SMS Encoding and Decoding

This section describes the SMS encoding and decoding concepts. The encoding and decoding of the SMS messages is done in the SMS stack.

The GSMU of the SMS stack provides the relevant methods for encoding and decoding the messages. The character converter (CharConv) components provide the plug-ins required and the mapping table for encoding and decoding.

Encoding

The default method for encoding is 7 bit method. Some languages contain the characters based on Latin but with additional accented characters, these accented characters cannot be encoded using the 7 bit converters. The default 7 bit encoding method allows 160 characters per SMS message. 8 bit encoding is also possible. The 8 bit encoding supports 140 characters in a message. The additional characters can be supported in two forms:

Unicode

The accented languages can be encoded using 16 bit Unicode. The disadvantage of using Unicode is that it limits the message data to 70 characters. Unicode encoding leads to increase in cost for the end user. For example if a user sends a message with 100 characters using Unicode encoding will require two separate SMS messages instead of 1 message using 7 bit encoding.

Alternative encoder

The second method available to support the accented Latin based characters are to use alternative encoder which perform a Lossy conversion. In Lossy conversion the accented characters are encoded to the nearest GSM character.

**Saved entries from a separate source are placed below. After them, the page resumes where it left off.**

/// What a build reports while it runs; every method does nothing unless overridden.
pub trait BuildProgress: Sync {
    /// A stage begins.
    fn stage(&self, stage: BuildStage) {
        let _ = stage;
    }
    /// `items` more items have been embedded (called from several threads).
    fn embedded(&self, items: usize) {
        let _ = items;
    }
}

/// Reports no progress.
impl BuildProgress for () {}

/// Reports embedded items only, to a closure (the progress argument of [`build_index`]).
struct ItemsOnly<'a>(&'a (dyn Fn(usize) + Sync));

impl BuildProgress for ItemsOnly<'_> {
    fn embedded(&self, items: usize) {
        (self.0)(items)
    }
}

/// What a build did, for the command's summary.
#[derive(Clone, Debug)]
pub struct BuildReport {
    /// The metadata written.
    pub meta: IndexMeta,
    /// Size of the file written.
    pub file_len: u64,
    /// Seconds spent choosing reference items and embedding.
    pub embed_seconds: f64,
    /// Seconds spent building the kd-tree and the cells.
    pub tree_seconds: f64,
    /// Seconds spent writing the file.
    pub write_seconds: f64,
    /// Seconds spent building the deletion-variant table (0 without one).
    pub variants_seconds: f64,
    /// The metric axioms checked on a small sample of the items ([`AXIOM_SAMPLE`]); `None`
    /// for builds from given coordinates.
    pub axioms: Option<AxiomReport>,
}

/// Items sampled by every build to check the metric axioms (all pairs and triples of them).
pub const AXIOM_SAMPLE: usize = 40;

fn string_sections(strings: impl ExactSizeIterator<Item = impl AsRef<[u8]>>) -> (Vec<u8>, Vec<u8>) {
    let mut offsets = Vec::with_capacity((strings.len() + 1) * 8);
    let mut bytes = Vec::new();
    offsets.extend_from_slice(&0u64.to_le_bytes());
    for s in strings {
        bytes.extend_from_slice(s.as_ref());
        offsets.extend_from_slice(&(bytes.len() as u64).to_le_bytes());
    }
    (offsets, bytes)
}

/// Builds an index of `corpus` at `dest`, atomically replacing any file there.
///
/// `progress` is called with the number of items embedded since the last call; see
/// [`build_index_with`] for the stages too. The index carries no recall curve (the curve is
/// measured by searching, a layer above this one): `waymark build` adds it with
/// `waymark::eval::calibrate_file`, which a library user can call too.
pub fn build_index(
    corpus: &Corpus,
    source: &str,
    opts: &BuildOptions,
    dest: &Path,
    progress: &(dyn Fn(usize) + Sync),
) -> Result<BuildReport> {
    build(corpus, source, opts, None, dest, &ItemsOnly(progress))
}

/// [`build_index`], reporting each stage and the items embedded to `progress`.
pub fn build_index_with(
    corpus: &Corpus,
    source: &str,
    opts: &BuildOptions,
    dest: &Path,
    progress: &dyn BuildProgress,
) -> Result<BuildReport> {
    build(corpus, source, opts, None, dest, progress)
}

For example Á is encoded as A. For more information see Lossy 7 Bit Encoding.

Decoding

Decoding of SMS messages does not require any alternative converter as the existing converter can decode 16 bit Unicode characters. If the incoming message is 7 bit encoded, there is no loss of information.

National Languages

Some of the national languages supported are:

  • Turkish

  • Spanish

  • Portuguese

These national languages can be identified using the enumeration in TSmsNationalLanguageIdentifier.